The other takeaway is the the physical limits of the universe are the greatest barrier database systems are working against. You simply cannot get around them. When you end up working with a team who is unwilling to acknowledge this, run as fast as you can.

elvinyung · on Jan 6, 2019

Very tiny nit: DynamoDB is not Dynamo. Leaderless replication was popularized by Amazon's original Dynamo paper, true, but DynamoDB is not the same system [1].

[1] https://www.allthingsdistributed.com/2012/01/amazon-dynamodb...

ansible · on Jan 6, 2019

There are solutions to this now:

https://cockroachlabs.com

https://foundationdb.org

Of course, there are still tradeoffs, but for many applications, a distributed database with strong consistency guarantees is likely to be a good choice for many projects.

ansible · on Jan 6, 2019

Also of interest... The Raft consensus algorithm is used as an alternative to Paxos to decide who is in charge of a particular piece of data in a distributed system:

https://raft.github.io

zzzcpan · on Jan 6, 2019

The tradeoffs those solutions make are exactly the ones most projects cannot really make.

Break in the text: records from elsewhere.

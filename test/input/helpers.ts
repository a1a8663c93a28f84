/** What the tests of `input` share. */
import { readFileSync } from 'node:fs';
import { decodeText, readCase } from '../../src/input/index.ts';
import type { Case, Wire } from '../../src/model/index.ts';
import type { Problem } from '../../src/problem.ts';

export function fixture(name: string): string {
  return decodeText(readFileSync(new URL(`../../fixtures/input/${name}`, import.meta.url)), name);
}

/** The case of a good text; fails with its problems. */
export async function caseOf(text: string, set?: Record<string, string>): Promise<Case> {
  const result = await readCase(text, { file: 'test.yaml', ...(set === undefined ? {} : { set }) });
  if (result.case === undefined) throw new Error(lines(result.problems).join('\n'));
  return result.case;
}

export async function problemsOf(text: string, set?: Record<string, string>): Promise<readonly Problem[]> {
  const result = await readCase(text, { file: 'test.yaml', ...(set === undefined ? {} : { set }) });
  return result.problems ?? [];
}

/** `line:column CODE text` of each problem. */
export function lines(problems: readonly Problem[]): string[] {
  return problems.map((p) => `${p.place?.line}:${p.place?.column} ${p.code} ${p.message}`);
}

/** A pair with the given keys of its first wire, and the given further sections. */
export function pair(wire: string, sections = ''): string {
  return `rimflow: 1
wires:
  a: { ${wire}, at: [0 mm, 0 mm] }
  b: { diameter: 1 mm, at: [1 m, 0 mm] }
loops:
  pair: { go: a, return: b }
frequencies: [50 Hz]
${sections}`;
}

/** The first wire of a pair with these keys. */
export async function wireOf(wire: string, sections = '', set?: Record<string, string>): Promise<Wire> {
  return (await caseOf(pair(wire, sections), set)).wires[0]!;
}

/** [ohm/m] direct-current resistance of a wire of a case. */
export function resistanceOf(wire: Wire): number {
  return 1 / (wire.conductivity * Math.PI * wire.radius ** 2);
}
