/** Each file of fixtures/input/bad says at its end which problems it must give: place, code and words. */
import { readdirSync } from 'node:fs';
import { describe, expect, it } from 'vitest';
import { EXIT_STATUS } from '../../src/problem.ts';
import { fixture, lines, problemsOf } from './helpers.ts';

const names = readdirSync(new URL('../../fixtures/input/bad', import.meta.url)).filter((n) =>
  n.endsWith('.yaml'),
);

const seen = new Set<string>();

describe('bad files: all problems at once, in the order of the file', () => {
  it.each(names)('%s', async (name) => {
    const text = fixture(`bad/${name}`);
    const expected = Array.from(text.matchAll(/^# expect (\d+:\d+ .*)$/gm), (match) => match[1]!);
    expect(expected.length).toBeGreaterThan(0);
    const problems = await problemsOf(text);
    for (const p of problems) seen.add(p.code);
    const found = lines(problems);
    // the expectation is the beginning of the line: the advice behind it may be reworded
    expect(found.map((line, k) => line.slice(0, expected[k]?.length))).toEqual(expected);
  });

  it('covers the codes that a file can lead to', () => {
    const ofFiles = Object.keys(EXIT_STATUS).filter(
      (code) =>
        EXIT_STATUS[code as keyof typeof EXIT_STATUS] === 2 &&
        // of the command line and of library calls; NOT_TEXT and FORMAT_VERSION are tested from text
        !['USAGE', 'DOMAIN', 'NO_LENGTH', 'NOT_TEXT', 'FORMAT_VERSION'].includes(code),
    );
    expect(Array.from(seen).sort()).toEqual(ofFiles.sort());
  });
});
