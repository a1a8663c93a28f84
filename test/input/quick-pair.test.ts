/** Cases without a file: the quick pair of the command line, and data built in code. */
import { describe, expect, it } from 'vitest';
import { caseFromData, quickPair } from '../../src/input/index.ts';
import { Problem } from '../../src/problem.ts';
import { caseOf, fixture } from './helpers.ts';

async function lineOf(action: () => Promise<unknown>): Promise<string> {
  try {
    await action();
  } catch (error) {
    if (error instanceof Problem) return error.line();
    throw error;
  }
  throw new Error('no problem');
}

describe('quickPair', () => {
  it('is a go and return pair, 10 Hz to 100 MHz', async () => {
    const c = await quickPair({ gauge: 'AWG 12', spacing: '4.1 mm' });
    expect(c.wires.map((w) => [w.name, w.x, w.y])).toEqual([
      ['go', 0, 0],
      ['return', 4.1e-3, 0],
    ]);
    expect(c.loops).toEqual([
      { name: 'pair', go: [0], return: [1], series: false, extra: { resistance: 0, inductance: 0 } },
    ]);
    expect(c.frequencies.length).toBe(71);
    expect([c.frequencies[0], c.frequencies[70]]).toEqual([10, 1e8]);
    expect(c.tolerance).toBe(1e-8);
    expect(c.wires[0]!.material).toBe('copper');
  });

  it('takes a range of frequencies, both ends kept', async () => {
    const c = await quickPair({ diameter: '1 mm', spacing: '3 mm', from: '50 Hz', to: '2 kHz' });
    expect([c.frequencies[0], c.frequencies.at(-1)]).toEqual([50, 2000]);
    // 10 a decade over 1.6 decades, and the end
    expect(c.frequencies.length).toBe(18);
  });

  it('takes the other keys of a wire', async () => {
    const c = await quickPair({
      diameter: '2*1 mm',
      spacing: '5 mm',
      material: 'silver',
      temperature: '60 °C',
      insulation: '0.3 mm',
      length: '3 m',
      tolerance: '1e-6',
    });
    const wire = { radius: 1e-3, material: 'silver', temperature: 60, insulation: 0.3e-3 };
    expect(c.wires[1]).toMatchObject(wire);
    expect(c.length).toBe(3);
    expect(c.tolerance).toBe(1e-6);
  });

  it.each([
    [{ gauge: 'AWG 99', spacing: '4 mm' }, '--gauge UNKNOWN_GAUGE no wire size "AWG 99"'],
    [{ gauge: 'AWG 12', spacing: '4' }, '--spacing UNIT at[0]: "4" has no unit'],
    [{ gauge: 'AWG 12', spacing: '1 mm' }, '--spacing OVERLAP wires "go" and "return" are 1 mm apart'],
    [{ gauge: 'AWG 12', spacing: '4 mm', to: '1 Hz' }, '--from RANGE from is above to'],
    [{ gauge: 'AWG 12', spacing: '4 mm', to: '1 m' }, '--to UNIT'],
    [{ diameter: '0 mm', spacing: '1 mm' }, '--diameter RANGE diameter: "0 mm" is outside'],
    [
      { gauge: 'AWG 12', material: 'coper', spacing: '4 mm' },
      '--material UNKNOWN_MATERIAL no material "coper"',
    ],
    [
      { gauge: 'AWG 12', spacing: '4 mm', temperature: '60' },
      '--temperature UNIT temperature: "60" has no unit',
    ],
    [{ spacing: '4 mm' }, 'wires.go MISSING wire "go" has no size'],
  ])('%o', async (options, start) => {
    expect((await lineOf(() => quickPair(options))).slice(0, start.length)).toBe(start);
  });
});

describe('caseFromData', () => {
  it('reads the same keys as a file', async () => {
    const data = JSON.parse(fixture('good/exact.json')) as unknown;
    const result = await caseFromData(data);
    expect(result.case).toEqual(await caseOf(fixture('good/exact.json')));
  });

  it('places problems by their path', async () => {
    const result = await caseFromData({
      rimflow: 1,
      wires: { a: { diameter: 2, at: ['0 mm', '0 mm'] } },
      loops: {},
    });
    expect(result.problems?.map((p) => p.line().replace(/ [a-z"].*/, ''))).toEqual([
      'frequencies NO_FREQUENCIES',
      'wires.a.diameter UNIT',
      'loops MISSING',
    ]);
  });

  it.each([undefined, null, 5, 'x', [], new Map(), () => 1])('refuses %s', async (data) => {
    const result = await caseFromData(data);
    expect(result.problems?.length).toBeGreaterThan(0);
  });
});
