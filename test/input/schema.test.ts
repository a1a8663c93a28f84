/** The committed JSON Schema: up to date, and of one mind with the reader on files of the right shape. */
import { execFileSync } from 'node:child_process';
import { readFileSync } from 'node:fs';
import { describe, expect, it } from 'vitest';
import { parse } from 'yaml';
import { z } from 'zod';
import { fixture } from './helpers.ts';

const root = new URL('../..', import.meta.url);
const schema = JSON.parse(readFileSync(new URL('src/input/case.schema.json', root), 'utf8'));

describe('case.schema.json', () => {
  it('is what scripts/schema.mjs writes', () => {
    const run = () =>
      execFileSync(process.execPath, ['scripts/schema.mjs', '--check'], { cwd: root, stdio: 'pipe' });
    expect(run).not.toThrow();
  });

  it('is of the 2020-12 edition and closed', () => {
    expect(schema.$schema).toBe('https://json-schema.org/draft/2020-12/schema');
    expect(schema.additionalProperties).toBe(false);
    expect(schema.properties.wires.additionalProperties.additionalProperties).toBe(false);
    expect(schema.required).toEqual(['rimflow', 'wires', 'loops', 'frequencies']);
  });

  const reader = z.fromJSONSchema(schema);
  it.each(['good/contract.yaml', 'good/turns.yaml', 'good/common-return.yaml', 'good/exact.json'])(
    'accepts %s',
    (name) => {
      expect(reader.safeParse(parse(fixture(name))).success).toBe(true);
    },
  );
  it.each(['bad/unknown-keys.yaml', 'bad/frequencies-none.yaml'])('refuses the shape of %s', (name) => {
    expect(reader.safeParse(parse(fixture(name))).success).toBe(false);
  });
  it('refuses a bare number where a unit is needed, not where none is', () => {
    const data = parse(fixture('good/contract.yaml'));
    expect(reader.safeParse({ ...data, length: 12 }).success).toBe(false);
    expect(reader.safeParse({ ...data, tolerance: 1e-6 }).success).toBe(true);
  });
});
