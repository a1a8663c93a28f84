/**
 * Good files, damaged at random: the reader ends in time, with a case or with problems of the closed list, each with a
 * place inside the text; never an exception. And good cases hold no NaN.
 */
import fc from 'fast-check';
import { describe, expect, it } from 'vitest';
import { readCase } from '../../src/input/index.ts';
import type { Case } from '../../src/model/index.ts';
import { EXIT_STATUS, Problem } from '../../src/problem.ts';
import { fixture } from './helpers.ts';

const SEED = Number(process.env.FUZZ_SEED ?? 20_240);
const RUNS = Number(process.env.FUZZ_RUNS ?? 500);
/** [ms] of the whole search; a slow machine does fewer runs */
const TIME = 20_000;
/** [ms] one reading of a small file, with room for a busy machine */
const TIME_OF_ONE = 3000;

const good = ['good/contract.yaml', 'good/turns.yaml', 'good/common-return.yaml', 'good/exact.json'].map(
  fixture,
);

const HOSTILE = [
  '',
  ' ',
  '\n',
  '\t',
  '0',
  '-1',
  '1e999',
  '.nan',
  'NaN',
  'null',
  'true',
  '[]',
  '{}',
  '[',
  '}',
  ':',
  '- ',
  '? ',
  '|',
  '>',
  '"',
  "'",
  '*a',
  '&a',
  '!!js',
  '!!binary',
  '%YAML 1.1',
  '---',
  '...',
  '<<',
  '__proto__',
  'constructor',
  'toString',
  'mm',
  '°',
  '²',
  '1 kg',
  '0 mm',
  '-3 mm',
  '1e-300 mm',
  '1e300 mm',
  'f(x)=1',
  '2^2^2^2',
  'a',
  'plus',
  'plane',
  'bundles',
  'sets',
  'copper',
  'AWG 12',
  'AWG 999',
  'SWG',
  '50%',
  '{ from: plus, touching: true }',
  '{ from: go1, distance: 1 mm }',
  '[[go1, go2]]',
  '\ud800',
  '\ufeff',
  '\u2028',
  '🙂',
];

type Edit = readonly [kind: number, at: number, to: number, text: string];

/** Cuts, doubles, swaps or writes over a part of a text; `at` and `to` are shares of its length. */
function apply(text: string, [kind, at, to, insert]: Edit): string {
  const a = Math.floor(at * text.length);
  const b = Math.min(text.length, a + Math.floor(to * 12));
  const lines = text.split('\n');
  const line = Math.floor(at * lines.length);
  const other = Math.floor(to * lines.length);
  switch (kind) {
    case 0:
      return text.slice(0, a) + text.slice(b);
    case 1:
      return text.slice(0, a) + insert + text.slice(b);
    case 2:
      return text.slice(0, a) + insert + text.slice(a);
    case 3:
      return [...lines.slice(0, line), lines[line], ...lines.slice(line)].join('\n');
    case 4:
      return lines.map((l, k) => (k === line ? lines[other] : k === other ? lines[line] : l)).join('\n');
    case 5:
      return lines.filter((_, k) => k !== line).join('\n');
    default: {
      // a word of the file for another: the damage that keeps most of the shape
      const words = text.match(/[\w.°²]+/g) ?? [''];
      return text.replace(
        words[Math.floor(at * words.length)]!,
        insert || words[Math.floor(to * words.length)]!,
      );
    }
  }
}

// without bias: the default favours the ends of the file
const share = fc.noBias(fc.integer({ min: 0, max: 999_999 })).map((k) => k / 1e6);
const edit = fc.tuple(fc.nat(14), share, share, fc.constantFrom(...HOSTILE));
const damaged = fc
  .tuple(fc.constantFrom(...good), fc.array(edit, { minLength: 1, maxLength: 4 }))
  .map(([text, edits]) => edits.reduce(apply, text));

function checkCase(c: Case): void {
  const numbers = c.wires.flatMap((w) => [
    w.x,
    w.y,
    w.radius,
    w.relativePermeability,
    w.temperature,
    w.insulation,
  ]);
  for (const value of [...numbers, ...c.frequencies, c.tolerance, c.length ?? 1]) {
    expect(Number.isFinite(value)).toBe(true);
  }
  for (const w of c.wires) {
    expect(w.radius).toBeGreaterThan(0);
    expect(w.conductivity).toBeGreaterThan(0);
    expect(w.relativePermeability).toBeGreaterThanOrEqual(1);
  }
  for (let i = 0; i < c.wires.length; i++) {
    for (let j = 0; j < i; j++) {
      const [a, b] = [c.wires[i]!, c.wires[j]!];
      expect(Math.hypot(a.x - b.x, a.y - b.y)).toBeGreaterThan(a.radius + b.radius);
    }
  }
  for (const [k, f] of c.frequencies.entries())
    expect(f).toBeGreaterThan(k === 0 ? -1 : c.frequencies[k - 1]!);
  expect(c.frequencies.length).toBeGreaterThan(0);
  for (const loop of c.loops) {
    expect(loop.go.length).toBeGreaterThan(0);
    expect(loop.return.length).toBeGreaterThan(0);
    expect(loop.go.some((k) => loop.return.includes(k))).toBe(false);
    for (const k of [...loop.go, ...loop.return]) expect(c.wires[k]).toBeDefined();
  }
}

describe('damaged files', () => {
  it(`end in a case or in documented problems (seed ${SEED})`, async () => {
    await readCase(good[0]!, { file: 'warm-up' });
    const seen = new Map<string, number>();
    let slowest = 0;
    await fc.assert(
      fc.asyncProperty(damaged, async (text) => {
        const start = performance.now();
        const result = await readCase(text, { file: 'f.yaml' });
        slowest = Math.max(slowest, performance.now() - start);
        if (result.case !== undefined) {
          seen.set('case', (seen.get('case') ?? 0) + 1);
          checkCase(result.case);
          return;
        }
        const length = text.split(/\r\n|\n|\r/).length;
        expect(result.problems.length).toBeGreaterThan(0);
        for (const p of result.problems) {
          expect(p).toBeInstanceOf(Problem);
          expect(EXIT_STATUS[p.code]).toBe(2);
          expect(p.place?.line).toBeGreaterThanOrEqual(1);
          expect(p.place?.line).toBeLessThanOrEqual(length + 1);
          expect(p.place?.column).toBeGreaterThanOrEqual(1);
          expect(p.line()).not.toMatch(/\n/);
          if (!/undefined|NaN/.test(text)) expect(p.line()).not.toMatch(/undefined|\[object|NaN/);
          seen.set(p.code, (seen.get(p.code) ?? 0) + 1);
        }
      }),
      { seed: SEED, numRuns: RUNS, interruptAfterTimeLimit: TIME },
    );
    console.log(`seed ${SEED}, slowest ${slowest.toFixed(0)} ms:`, Object.fromEntries(seen));
    expect(slowest).toBeLessThan(TIME_OF_ONE);
    // the damage is of many kinds, or this proves little
    expect(seen.size).toBeGreaterThan(12);
    expect(seen.get('case')).toBeGreaterThan(0);
  }, 60_000);
});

marknadal · on Jan 6, 2019

This is a really great article and overview. It is a tad light on the most important subjects of CRDTs (Conflict free Replicated Data Types).

After having worked on these types of problems for a decade, and successfully running an Open Source database startup for nearly a half decade, they are certainly and only the right way to go.

They seem to suggest they aren't well adopted, and suggest there are severe limitations that are withholding their adoption.

This was true with append-only or log-based CRDTs.

But now, state-based graph CRDTs (like we've implemented in https://github.com/amark/gun ) have solved that. The only thing you can't do with them is Global Strong Consistency (think banking), but their Strong Eventual Consistency guarantees make them the best solution for literally everything else.

They are also run in production at large large sites, like the Internet Archive (top 300 site globally), D.Tube (1M monthly uniques), notabug.io (P2P reddit), etc. with GUN.

The article kind of makes this joke:

> (otherwise our lives would be too easy, right?)

But here is the kicker, both Internet Archive and NAB integrated/built in 1 week. Literally yes it makes people's lives easier.

And you should too! Next time you build a non-banking app, you should consider using state-based graph CRDT to cover 99.99% of your use cases!

kilburn · on Jan 6, 2019

You are getting downvoted because of your attitude. Even if your GUN database is really that awesome, here are some points for you to reflect on:

- What is "easy" for you might not be for others.

- Banking systems don't use strong consistency. They can just rollback/swallow the costs of invalid transactions after the fact. Online mom-and-pop shop... maybe they can, maybe its better for the site to just have some downtime sporadically and avoid such hassles entirely.

- P2P is a nightmare for anything that requires audit trails (and there are legal requirements about that in many industries).

- There exists a whole ecosystem of databases dedicated to analytical processing workloads (OLAP). Graph databases are typically not the best at it.

- Conflicts happen. Your "conflict-free" datatypes embed the conflict resolution rules in the data structure. This is fine for some conflict resolution rulesets, but it cannot be done for some other sets (e.g.: in these weird circumstances, the user decides what the resolution is by clicking a button).